„Lebe achtsam, lebe den Moment! Nur das zählt, was gerade passiert.“ – so lauten die Grundsätze der aktuellen Trends. Aber fühlen wir uns wirklich erfüllt, wenn wir immer nur in der Gegenwart leben und unsere Aufmerksamkeit nur auf das „Jetzt“ richten? Zeichnet sich in unserer Persönlichkeit jener Rahmen ab, der uns Halt gibt und uns in der verworrenen Welt der Gegenwart die Richtung weist? Wo sind jene Ankerpunkte, jene Werte, die uns eine stabile Grundlage bieten?
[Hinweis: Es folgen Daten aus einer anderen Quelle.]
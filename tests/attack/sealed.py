"""Records, partial openings, boxes, deals, complaints and recipes made by the book (docs/reference-custody.md), with every part open to
being made wrong: what a hostile custodian, analyst, driver or service would send."""
import os
import struct

import nacl.signing
from nacl.bindings import (crypto_aead_xchacha20poly1305_ietf_decrypt as _open, crypto_aead_xchacha20poly1305_ietf_encrypt as _seal)

from group import G, H, L, T, decode, encode, fresh, from_hash, lagrange, mul, sc, scalar, total, u32, u64

SEED, SLOT, CLAIM, CANARY, REPORT, NOTE, GUESS, MILESTONE, INCIDENT, ANSWER = range(10)
CAPACITY = {SEED: 4096, SLOT: 8192, CLAIM: 16384, CANARY: 256, REPORT: 4096, NOTE: 512, GUESS: 256, MILESTONE: 512, INCIDENT: 4096}
SPOT, TRUTH, CLAIMS, DELIVERY, REHEARSAL = range(1, 6)
FULL_PURPOSE = {SEED: TRUTH, SLOT: TRUTH, CLAIM: CLAIMS, CANARY: REHEARSAL, REPORT: DELIVERY, NOTE: DELIVERY, GUESS: CLAIMS,
                MILESTONE: CLAIMS, INCIDENT: CLAIMS}


def crypt(key, ad, plain):
    return _seal(plain, ad, key[32:56], key[:32])


def decrypt(key, ad, ct):
    """The plaintext, or None."""
    try:
        return _open(ct, ad, key[32:56], key[:32])
    except Exception:
        return None


def pad(content, capacity):
    return u32(len(content)) + content + bytes(capacity - len(content))


def unpad(plain):
    return plain[4:4 + int.from_bytes(plain[:4], 'little')]


def key_id(signing_public):
    return T('key/id', signing_public)[:16]


class Group:
    """The public outcome of a key generation, computed from the deals in the ledger."""

    def __init__(self, campaign, keys, n, k, deals, epoch=1, attempt=1):
        self.campaign, self.keys, self.n, self.k, self.epoch, self.attempt = campaign, keys, n, k, epoch, attempt
        self.ctx = context(campaign, keys, n, k, epoch, attempt)
        self.deals = [Deal.parse(d) for d in deals]
        if not deals:
            return
        firsts = [decode(d.commitments[0]) for d in self.deals]
        self.s = total(firsts)
        self.S = encode(self.s)
        self.th = T('keygen/transcript', self.ctx, *(f for d in self.deals for f in (d.hash(), d.signature)), self.S)
        self.y = [total(mul(pow(j, m), decode(c)) for d in self.deals for m, c in enumerate(d.commitments)) for j in range(1, n + 1)]
        self.Y = [encode(y) for y in self.y]
        self.g2 = from_hash(T('record/second-generator', self.th))
        self.G2 = encode(self.g2)
        self.certificate = T('keygen/certificate', self.th, self.S, *self.Y)

    def share(self, j, exchange):
        """s_j, from the parts dealt to custodian j, whose exchange scalar this is."""
        return sum(d.take(self.ctx, j, self.keys[j - 1][1], exchange) for d in self.deals) % L


def context(campaign, keys, n, k, epoch=1, attempt=1):
    return T('keygen/context', campaign, epoch, attempt, n, k, *(f for pair in keys for f in pair))


# ---- deals ----


class Deal:
    """QBD1, field by field."""

    def __init__(self, ctx, i, n, k):
        self.magic, self.ctx, self.i, self.n, self.k = b'QBD1', ctx, i, n, k
        self.commitments, self.r, self.z, self.e, self.shares, self.signature = [], bytes(32), bytes(32), bytes(32), [], bytes(64)

    @staticmethod
    def make(ctx, i, keys, k, coefficients=None, ephemeral=None, signing=None, commitments=None, spoil=None):
        """A deal by the book. `spoil` maps a recipient to what is added to his share; without `signing` it stays unsigned."""
        d = Deal(ctx, i, len(keys), k)
        a = coefficients or [fresh() for _ in range(k)]
        e = ephemeral or fresh()
        d.commitments = commitments or [encode(mul(c, G)) for c in a]
        d.e = encode(mul(e, G))
        d.prove(a[0])
        for j, (_, exchange) in enumerate(keys, 1):
            f = (sum(c * pow(j, m, L) for m, c in enumerate(a)) + (spoil or {}).get(j, 0)) % L
            d.shares.append(crypt(share_key(ctx, i, j, d.e, exchange, encode(mul(e, decode(exchange)))), ctx + u64(i) + u64(j), sc(f)))
        if signing:
            d.sign(signing)
        return d

    def prove(self, a0):
        w = fresh()
        self.r = encode(mul(w, G))
        self.z = sc(w + scalar(T('keygen/possession', self.ctx, self.i, *self.commitments, self.e, self.r)) * a0)
        return self

    def hash(self):
        return T('keygen/round-1', self.ctx, self.i, self.k, *self.commitments, self.r, self.z, self.e, *self.shares)

    def sign(self, signing):
        self.signature = signing.sign(self.hash()).signature
        return self

    def encode(self):
        return (self.magic + u32(self.i) + u32(self.n) + u32(self.k) + self.ctx + b''.join(self.commitments) + self.r + self.z + self.e +
                b''.join(self.shares) + self.signature)

    @staticmethod
    def parse(b):
        i, n, k = struct.unpack_from('<III', b, 4)
        d = Deal(b[16:80], i, n, k)
        at = 80
        d.commitments = [b[at + 32 * m:at + 32 * m + 32] for m in range(k)]
        at += 32 * k
        d.r, d.z, d.e = b[at:at + 32], b[at + 32:at + 64], b[at + 64:at + 96]
        at += 96
        d.shares = [b[at + 48 * j:at + 48 * j + 48] for j in range(n)]
        d.signature = b[at + 48 * n:]
        return d

    def take(self, ctx, j, exchange_point, exchange):
        z = encode(mul(exchange, decode(self.e)))
        return int.from_bytes(decrypt(share_key(ctx, self.i, j, self.e, exchange_point, z), ctx + u64(self.i) + u64(j), self.shares[j - 1]), 'little')


def share_key(ctx, i, j, e, exchange, z):
    return T('keygen/share-key', ctx, i, j, e, exchange, z)


def complaint(ctx, accused, by, deal, exchange, lie=None):
    """QBX1: shows Z = p E and proves it. `lie`: another Z."""
    big_p, big_e = encode(mul(exchange, G)), deal.e
    z = lie or encode(mul(exchange, decode(big_e)))
    w = fresh()
    c = scalar(T('keygen/complaint', ctx, accused, by, big_p, big_e, z, encode(mul(w, G)), encode(mul(w, decode(big_e)))))
    return b'QBX1' + u32(accused) + u32(by) + z + sc(c) + sc(w + c * exchange)


# ---- records ----


def header(group, kind, index, author, start=0, duration=0, auxiliary=bytes(32), campaign=None, epoch=None):
    return struct.pack('<4sHBB16sIIQqQ16s32s24x', b'QBR1', 1, kind, 0, campaign or group.campaign,
                       group.epoch if epoch is None else epoch, 0, index, start, duration, author, auxiliary)


class Record:
    """Header, R, W, c, z, ciphertext; every part can be replaced before `encode`."""

    def __init__(self, head, r, w, c, z, ct):
        self.header, self.r, self.w, self.c, self.z, self.ct = head, r, w, c, z, ct

    @staticmethod
    def parse(b):
        return Record(b[:128], b[128:160], b[160:192], b[192:224], b[224:256], b[256:])

    def encode(self):
        return self.header + self.r + self.w + self.c + self.z + self.ct

    def copy(self, **parts):
        return Record(*(parts.get(name, getattr(self, name)) for name in ('header', 'r', 'w', 'c', 'z', 'ct')))

    @property
    def id(self):
        return T('record/id', self.header, self.r, self.w, self.c, self.z, self.ct)

    @property
    def index(self):
        return int.from_bytes(self.header[32:40], 'little')


def record_challenge(group, head, ct, r, w, a1, a2, leave_out=()):
    fields = {'th': group.th, 'S': group.S, 'header': head, 'H(ct)': H(ct), 'R': r, 'G2': group.G2, 'W': w, 'A': a1, 'A2': a2}
    return scalar(T('record/proof', *(v for name, v in fields.items() if name not in leave_out)))


def seal(group, head, content, kind=None, r=None, ct=None, leave_out=(), wide=None):
    """A record by the book; `ct` replaces the ciphertext before the proof is made, `leave_out` leaves fields out of the challenge."""
    kind = head[6] if kind is None else kind
    r = r or fresh()
    big_r, big_w, z = encode(mul(r, G)), encode(mul(r, group.g2)), encode(mul(r, group.s))
    if ct is None:
        plain = pad(content, CAPACITY[kind]) if wide is None else wide
        ct = crypt(T('record/key', group.th, group.S, head, big_r, z), head, plain)
    w = fresh()
    c = record_challenge(group, head, ct, big_r, big_w, encode(mul(w, G)), encode(mul(w, group.g2)), leave_out)
    return Record(head, big_r, big_w, sc(c), sc(w + c * r), ct)


def forged_proof(group, head, big_r, big_w, ct):
    """Somebody who does not know the logarithm of R: z and A are chosen, c follows. The equations hold for no W but r G2."""
    c, z = fresh(), fresh()
    return Record(head, big_r, big_w, sc(c), sc(z), ct)


def record_opens(group, record, z):
    """Content under Z = r S, or None."""
    plain = decrypt(T('record/key', group.th, group.S, record.header, record.r, z), record.header, record.ct)
    return None if plain is None else unpad(plain)


# ---- partial openings ----


class Partial:
    def __init__(self, i, purpose, record_id, authority, d, c, z):
        self.magic, self.i, self.purpose, self.record_id, self.authority, self.d, self.c, self.z = b'QBP1', i, purpose, record_id, authority, d, c, z

    def encode(self):
        return self.magic + u32(self.i) + u32(self.purpose) + self.record_id + self.authority.ljust(64, b'\0') + self.d + self.c + self.z

    @staticmethod
    def parse(b):
        i, purpose = struct.unpack_from('<II', b, 4)
        return Partial(i, purpose, b[12:76], b[76:140], b[140:172], b[172:204], b[204:236])

    def copy(self, **parts):
        out = Partial.parse(self.encode())
        for name, value in parts.items():
            setattr(out, name, value)
        return out


def partial(group, record, i, share, purpose, authority, d=None, leave_out=()):
    """D_i = s_i R with its proof; `leave_out` ('D') makes the challenge forget a field, `d` replaces D_i before the proof is made."""
    big_r = decode(record.r)
    right = encode(mul(share, big_r))
    d = d or right
    w = fresh()
    fields = {'th': group.th, 'record': record.id, 'i': i, 'purpose': purpose, 'authority': authority, 'Y': group.Y[i - 1], 'R': record.r, 'D': d,
              'A': encode(mul(w, G)), 'A2': encode(mul(w, big_r))}
    c = scalar(T('opening/partial', *(v for name, v in fields.items() if name not in leave_out)))
    return Partial(i, purpose, record.id, authority, d, sc(c), sc(w + c * share))


def forged_partial(group, record, i, share, purpose, authority):
    """A false D_i whose proof would hold for a verifier that left D_i out of the challenge: A' is chosen first and D_i solved for."""
    w, big_r = fresh(), decode(record.r)
    a1, a2 = mul(w, G), mul(fresh(), G)
    c = scalar(T('opening/partial', group.th, record.id, i, purpose, authority, group.Y[i - 1], record.r, a1, a2))
    z = w + c * share
    d = mul(pow(c, -1, L), total([mul(z, big_r), mul(L - 1, a2)]))
    return Partial(i, purpose, record.id, authority, encode(d), sc(c), sc(z))


def combine(partials):
    indices = [p.i for p in partials]
    return encode(total(mul(lagrange(indices, p.i), decode(p.d)) for p in partials))


# ---- boxes ----


def box(to, purpose, ad, content, padded=None):
    e = fresh()
    big_e, z = encode(mul(e, G)), encode(mul(e, decode(to)))
    return b'QBB1' + big_e + crypt(T('box/key', purpose, big_e, to, z, ad), ad, pad(content, padded or len(content)))


def box_open(exchange, purpose, ad, b):
    mine, z = encode(mul(exchange, G)), encode(mul(exchange, decode(b[4:36])))
    plain = decrypt(T('box/key', purpose, b[4:36], mine, z, ad), ad, b[36:])
    return None if plain is None else unpad(plain)


# ---- what follows from a seed ----


def draw_seed(ctx, attempt, contributions, first=0):
    return T('draw/seed', ctx, attempt, first, *contributions)


def slot_secrets(seed, slot, stations=3):
    """Everything that must be gone after the sealing: truth bytes, r, K_slot, recipe scalars."""
    return {'truth bytes': T('slot/truth', seed, slot)[:32], 'r': sc(scalar(T('slot/record-scalar', seed, slot))),
            'slot key': T('slot/key', seed, slot)[:32],
            **{'recipe scalar of station %d' % s: sc(scalar(T('slot/recipe-scalar', seed, slot, s, 0))) for s in range(stations)}}


def commitment(ctx, attempt, who, contribution):
    return T('seal/contribution', ctx, attempt, who, contribution)


class Keys:
    """One party's keys. With a rehearsal seed those that `quietbell key new --rehearsal-seed` makes, else fresh ones."""

    def __init__(self, name, seed=None):
        self.name = name
        if seed is None:
            self.seed, self.exchange = os.urandom(32), fresh()
        else:
            self.seed = T('rehearsal/key', seed, name)[:32]
            self.exchange = scalar(T('rehearsal/exchange-key', seed, name))
        self.signing = nacl.signing.SigningKey(self.seed)
        self.public = bytes(self.signing.verify_key)
        self.point = encode(mul(self.exchange, G))
        self.id = key_id(self.public)
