/* What each figure shows is decided by what a board must decide: where drills were missed, and how sure the number is.
 */
#include "client/report/figures.h"

#include <math.h>
#include <stdio.h>
#include <string.h>

#include "client/report/facts.h"
#include "client/report/figure.h"
#include "server/base/alloc.h"
#include "server/base/text.h"

#define MOST_POINTS 4000 /* of one figure; beyond that every k-th is drawn */

struct span {
	double min, max;
};

static void stretch(struct span *s, double x)
{
	if (!isfinite(x))
		return;
	s->min = fmin(s->min, x);
	s->max = fmax(s->max, x);
}

static size_t stride_for(size_t n)
{
	return n / MOST_POINTS + 1;
}

static void campaign_points(struct figure *f, const json_t *drills, double start)
{
	const size_t stride = stride_for(json_array_size(drills));
	for (size_t i = 0; i < json_array_size(drills); i += stride) {
		const json_t *d = json_array_get(drills, i);
		const double x = (facts_number(d, "arrival_gps") - start) / 86400, snr = facts_number(d, "network_snr");
		if (!(snr > 0))
			continue;
		if (strcmp(facts_text(d, "state"), "live") != 0)
			figure_diamond(f, "aside", x, snr, 5);
		else if (json_array_size(json_object_get(d, "claimed_by")) > 0)
			figure_dot(f, "found", x, snr, stride > 1 ? 3 : 5);
		else
			figure_dot(f, "missed", x, snr, stride > 1 ? 3 : 5);
	}
}

void figures_campaign(struct buf *out, const json_t *doc)
{
	const json_t *drills = facts_at(doc, "drills"),
	             *times = facts_at(doc, "unexplained_groups.all_pipelines_times_gps");
	struct span t = {INFINITY, -INFINITY}, snr = {INFINITY, -INFINITY};
	struct figure f;
	size_t i;
	json_t *d;
	json_array_foreach((json_t *)(uintptr_t)drills, i, d)
	{
		stretch(&t, facts_number(d, "arrival_gps"));
		if (facts_number(d, "network_snr") > 0)
			stretch(&snr, facts_number(d, "network_snr"));
	}
	json_array_foreach((json_t *)(uintptr_t)times, i, d) stretch(&t, json_number_value(d));
	if (!(snr.max >= snr.min))
		return;
	const double start = t.min, days = (t.max - t.min) / 86400;
	figure_begin(
	    &f, out, "campaign", "Played drills over the campaign",
	    "Each mark is one played drill, by time and network signal-to-noise ratio: found, missed by every "
	    "pipeline, "
	    "or set aside. Dashed lines mark times at which every pipeline claimed a signal that was no drill.",
	    980, 330, (double[4]){30, 20, 46, 56});
	figure_range_x(&f, -0.02 * days, 1.02 * days, false);
	figure_range_y(&f, snr.min * 0.85, snr.max * 1.2, true);
	figure_axis_y(&f, 5, 1, "", "network signal-to-noise ratio");
	figure_axis_x(&f, 10, 1, "", "days since the first played drill");
	json_array_foreach((json_t *)(uintptr_t)times, i, d)
	{
		const double x = (json_number_value(d) - start) / 86400;
		figure_line(&f, "event", x, f.y.from, x, f.y.to);
		if (i < 12)
			figure_label(&f, "event-label", figure_px(&f.x, x), f.y.high - 6, "middle", "unexplained, all");
	}
	campaign_points(&f, drills, start);
	figure_end(&f);
}

static void interval_row(struct figure *f, double row, const char *name, const json_t *eff, const json_t *itt)
{
	char text[FACT];
	const double y = figure_px(&f->y, row), e = facts_number(eff, "estimate");
	figure_label(f, "name", f->x.low - 14, y + 5, "end", name);
	if (!isfinite(e)) {
		figure_label(f, "tick", f->x.low + 8, y + 4, "start", "no live drill");
		return;
	}
	figure_box(f, "wide", figure_px(&f->x, facts_element(eff, "clopper_pearson", 0)), y - 9,
	           figure_px(&f->x, facts_element(eff, "clopper_pearson", 1)), y + 9);
	figure_box(f, "narrow", figure_px(&f->x, facts_element(eff, "wilson", 0)), y - 4,
	           figure_px(&f->x, facts_element(eff, "wilson", 1)), y + 4);
	if (isfinite(facts_number(itt, "estimate")))
		figure_diamond(f, "itt", facts_number(itt, "estimate"), row, 6);
	figure_dot(f, "point", e, row, 6);
	figure_label(f, "value", f->x.high + 12, y + 5, "start", facts_percent(text, e));
}

void figures_intervals(struct buf *out, const json_t *doc)
{
	const char *name;
	struct figure f;
	size_t rows = 1;
	while (facts_pipeline(doc, rows - 1) != NULL)
		rows++;
	figure_begin(
	    &f, out, "intervals", "Efficiency and its intervals",
	    "For at least one pipeline and for each alone: the fraction of live drills found (dot), its "
	    "Clopper-Pearson "
	    "interval (wide bar), its Wilson interval (narrow bar) and the fraction of all played drills (diamond).",
	    980, 60 + 46 * (double)rows, (double[4]){8, 90, 46, 150});
	figure_range_x(&f, 0, 1, false);
	figure_rows(&f, rows);
	figure_axis_x(&f, 5, 100, " %", "drills found");
	interval_row(&f, 0, "at least one", facts_at(doc, "comparison.union"),
	             facts_at(doc, "comparison.union_intention_to_treat"));
	for (size_t i = 0; (name = facts_pipeline(doc, i)) != NULL; i++) {
		const json_t *p = facts_pipeline_block(doc, name);
		interval_row(&f, (double)i + 1, name, json_object_get(p, "efficiency"),
		             json_object_get(p, "intention_to_treat"));
	}
	figure_end(&f);
}

void figures_curve(struct buf *out, const json_t *curve, const char *name, unsigned number)
{
	const json_t *bins = json_object_get(curve, "bins"), *band = json_object_get(curve, "monotone_band");
	struct span x = {INFINITY, -INFINITY};
	struct figure f;
	char id[24];
	size_t i;
	json_t *b;
	json_array_foreach((json_t *)(uintptr_t)bins, i, b)
	{
		if (facts_number(b, "lower_edge") > 0)
			stretch(&x, facts_number(b, "lower_edge"));
		stretch(&x, facts_number(b, "upper_edge"));
	}
	(void)snprintf(id, sizeof id, "curve-%u", number);
	char *title = text_printf("Efficiency along network signal-to-noise ratio: %s", name);
	figure_begin(
	    &f, out, id, title,
	    "Each bin of equally many drills: the fraction found (dot at the mean), its range of signal-to-noise ratio "
	    "(horizontal line) and its Wilson interval (vertical line).",
	    470, 270, (double[4]){34, 16, 46, 56});
	qb_free(title);
	figure_range_x(&f, x.min * 0.9, x.max * 1.1, true);
	figure_range_y(&f, 0, 1, false);
	figure_axis_y(&f, 4, 100, " %", NULL);
	figure_axis_x(&f, 5, 1, "", "network signal-to-noise ratio");
	figure_label(&f, "name", f.x.low, 18, "start", name);
	if (band != NULL) {
		const double at = facts_number(band, "at");
		const double px = figure_px(&f.x, at);
		figure_box(&f, "band", px - 7, figure_px(&f.y, facts_element(band, "interval", 0)), px + 7,
		           figure_px(&f.y, facts_element(band, "interval", 1)));
	}
	json_array_foreach((json_t *)(uintptr_t)bins, i, b)
	{
		const double mean = facts_number(b, "mean"), e = facts_number(b, "efficiency");
		figure_line(&f, "whisker", mean, facts_element(b, "wilson", 0), mean, facts_element(b, "wilson", 1));
		figure_line(&f, "extent", facts_number(b, "lower_edge"), e, facts_number(b, "upper_edge"), e);
		figure_dot(&f, "point", mean, e, 5);
	}
	figure_end(&f);
}

static void strip(struct figure *f, double row, const char *name, const json_t *block, const char *member,
                  double factor)
{
	const json_t *list = json_object_get(block, "list");
	const size_t stride = stride_for(json_array_size(list));
	const double y = figure_px(&f->y, row);
	figure_label(f, "name", f->x.low - 12, y + 5, "end", name);
	for (size_t i = 0; i < json_array_size(list); i += stride) {
		const double v = facts_number(json_array_get(list, i), member) * factor;
		if (isfinite(v))
			figure_dot(f, "residual", v, row + 0.12 * ((double)(i % 5) - 2), 4);
	}
	const double median = facts_number(block, "median") * factor;
	if (isfinite(median))
		figure_line(f, "median", median, row - 0.36, median, row + 0.36);
}

void figures_residuals(struct buf *out, const json_t *doc, const char *parameter)
{
	const bool time = strcmp(parameter, "arrival_gps") == 0;
	const char *member = time ? "difference_s" : "z", *name;
	const double factor = time ? 1e3 : 1;
	double reach = 0;
	size_t rows = 0, i;
	struct figure f;
	for (; (name = facts_pipeline(doc, rows)) != NULL; rows++) {
		json_t *r;
		const json_t *block =
		    json_object_get(json_object_get(json_object_get(doc, "residuals"), name), parameter);
		json_array_foreach((json_t *)(uintptr_t)json_object_get(block, "list"), i, r)
		{
			const double v = fabs(facts_number(r, member) * factor);
			reach = isfinite(v) ? fmax(reach, v) : reach;
		}
	}
	figure_begin(&f, out, time ? "res-time" : "res-mass",
	             time ? "Arrival time: stated minus true" : "Chirp mass: stated minus true, in stated sigmas",
	             "One dot per found drill, one row per pipeline; the tall mark is the median. Dots left of zero "
	             "are stated too "
	             "early or too low, right of zero too late or too high.",
	             470, 74 + 48 * (double)rows, (double[4]){10, 16, 46, 92});
	figure_range_x(&f, -1.1 * fmax(reach, 1e-3), 1.1 * fmax(reach, 1e-3), false);
	figure_rows(&f, rows);
	figure_axis_x(&f, 5, 1, "",
	              time ? "stated \xe2\x88\x92 true arrival, ms"
	                   : "stated \xe2\x88\x92 true chirp mass, stated sigmas");
	figure_line(&f, "zero", 0, f.y.from, 0, f.y.to);
	for (i = 0; (name = facts_pipeline(doc, i)) != NULL; i++)
		strip(&f, (double)i, name,
		      json_object_get(json_object_get(json_object_get(doc, "residuals"), name), parameter), member,
		      factor);
	figure_end(&f);
}
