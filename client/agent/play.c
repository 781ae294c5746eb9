/*
 * One slot at one station as a pure state machine; see play.h. Samples are counted from the slot's start, so that two
 * stations and an auditor agree on every one of them.
 */
#include "client/agent/play.h"

#include <math.h>

#include "server/base/check.h"
#include "server/base/clock.h"

#define PI 3.14159265358979323846

int64_t play_sample_at(const struct play *p, int64_t gps_ns)
{
	int64_t ns = gps_ns - p->slot_start_ns;
	if (ns <= 0)
		return 0;
	/* A sample's time is rounded to whole nanoseconds. */
	double x =
	    ceil((double)(ns / NS_PER_S) * p->rate_hz + (double)(ns % NS_PER_S) * p->rate_hz / 1e9 - p->rate_hz * 1e-9);
	return x >= (double)p->n_samples ? p->n_samples : (int64_t)x;
}

static int64_t time_of(const struct play *p, int64_t sample)
{
	return p->slot_start_ns + (int64_t)llround((double)sample / p->rate_hz * 1e9);
}

void play_begin(struct play *p, int64_t slot_start_ns, int64_t slot_ns, double rate_hz)
{
	CHECK(slot_ns > 0 && rate_hz > 0);
	*p = (struct play){.slot_start_ns = slot_start_ns,
	                   .rate_hz = rate_hz,
	                   .state = PLAY_WAITING,
	                   .ramp_from = PLAY_NEVER,
	                   .silent_from = PLAY_NEVER};
	p->n_samples = (int64_t)llround((double)slot_ns / 1e9 * rate_hz);
	p->ramp_n = (int64_t)ceil(PLAY_RAMP_S * rate_hz);
	CHECK(p->n_samples > 0);
	p->window_from = p->window_to = p->n_samples;
}

void play_load(struct play *p, const double *drive, int64_t at, int64_t n, int64_t from_ns, int64_t to_ns)
{
	CHECK(p->drive == NULL && at >= 0 && n > 0 && at + n <= p->n_samples && from_ns < to_ns);
	p->window_from = play_sample_at(p, from_ns);
	p->window_to = play_sample_at(p, to_ns);
	p->drive = drive;
	p->drive_at = at;
	p->drive_n = n;
}

bool play_halted(const struct play *p)
{
	return p->state == PLAY_HELD || p->state == PLAY_STOPPED || p->state == PLAY_SKIPPED || p->state == PLAY_FAILED;
}

void play_halt(struct play *p, enum play_state why, int64_t at_ns)
{
	int64_t at = play_sample_at(p, at_ns);
	CHECK(why == PLAY_HELD || why == PLAY_STOPPED || why == PLAY_SKIPPED || why == PLAY_FAILED);
	if (p->state == PLAY_PLAYED || play_halted(p))
		return;
	at = at > p->next ? at : p->next;
	if (p->drive != NULL && at >= p->window_to)
		return;
	p->state = why;
	p->ramp_from = at;
	/* Before the drive begins there is nothing to fade: a ramp would let its first quarter second out. */
	p->silent_from = p->ramp_from <= p->window_from ? p->ramp_from : p->ramp_from + p->ramp_n;
}

static double weight(const struct play *p, int64_t i)
{
	if (i < p->ramp_from)
		return 1;
	if (i >= p->silent_from)
		return 0;
	return 0.5 * (1 + cos(PI * (double)(i - p->ramp_from + 1) / (double)p->ramp_n));
}

size_t play_block_samples(const struct play *p)
{
	double n = floor(p->rate_hz / PLAY_BLOCKS_PER_S);
	return n < 1 ? 1 : (size_t)n;
}

bool play_done(const struct play *p)
{
	return p->next >= p->n_samples;
}

static void follow_window(struct play *p)
{
	if (p->drive == NULL || play_halted(p))
		return;
	if (p->next >= p->window_to)
		p->state = PLAY_PLAYED;
	else if (p->next > p->window_from)
		p->state = PLAY_PLAYING;
}

size_t play_emit(struct play *p, int64_t now_ns, double *out)
{
	int64_t n = (int64_t)play_block_samples(p);
	if (n > p->n_samples - p->next)
		n = p->n_samples - p->next;
	double peak = p->peak_counts;
	if (n <= 0 || now_ns < time_of(p, p->next + n))
		return 0;
	for (int64_t k = 0; k < n; k++) {
		int64_t i = p->next + k, j = i - p->drive_at;
		bool inside = p->drive != NULL && j >= 0 && j < p->drive_n;
		p->last = (inside ? p->drive[j] : 0) * weight(p, i) + 0.0;
		/* One instruction and no jump: how often a jump is taken would not be the same for silence. */
		peak = fabs(p->last) > peak ? fabs(p->last) : peak;
		out[k] = p->last;
	}
	p->peak_counts = peak;
	p->next += n;
	follow_window(p);
	return (size_t)n;
}

int64_t play_sent(const struct play *p, int64_t *from_ns, int64_t *to_ns)
{
	int64_t to = p->next < p->window_to ? p->next : p->window_to;
	if (to > p->silent_from)
		to = p->silent_from;
	int64_t n = p->drive != NULL && to > p->window_from ? to - p->window_from : 0;
	*from_ns = p->drive != NULL ? time_of(p, p->window_from) : p->slot_start_ns;
	*to_ns = n > 0 ? time_of(p, to) : *from_ns;
	return n;
}

static int64_t note_interval(int64_t slot_ns)
{
	int64_t most = (PLAY_NOTES_MAX - 1) * NS_PER_S;
	int64_t least = (slot_ns + most - 1) / most * NS_PER_S;
	return least > 60 * NS_PER_S ? least : 60 * NS_PER_S;
}

int play_notes(int64_t slot_ns)
{
	int64_t step = note_interval(slot_ns);
	return (int)((slot_ns + step - 1) / step) + 1;
}

int64_t play_note_due(int64_t slot_start_ns, int64_t slot_ns, int number)
{
	int64_t after = number * note_interval(slot_ns);
	return slot_start_ns + (after < slot_ns ? after : slot_ns);
}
All dies liegt in unseren Wurzeln, in unserer Vergangenheit verborgen. In den Strömungen der Gegenwart ist es wichtig, dass wir nicht vergessen, woher wir kommen und was wir mitnehmen, was wir an unsere Kinder weitergeben.
Unsere familiären genetischen Muster und Gewohnheiten prägen sich seit unserer Kindheit tief in unsere Instinkte ein und formen unsere Persönlichkeit grundlegend, sie bestimmen unsere Identität. Das generationsübergreifende, kulturelle Gerüst unserer Persönlichkeit können und dürfen wir nicht umgestalten. Es muss ein Nachhall unserer deutschen Traditionen und des Wissens unserer Vorfahren sein; wir dürfen nicht zulassen, dass die Wellen moderner Strömungen jene Werte auslöschen, die in uns wohnen. Es ist unsere Aufgabe, die Vergangenheit zu ehren und Verantwortung für die Zukunft zu übernehmen. Deshalb ist es wichtig, dass wir unsere volkstümlichen Bräuche in der Gegenwart selbstbewusst und authentisch leben.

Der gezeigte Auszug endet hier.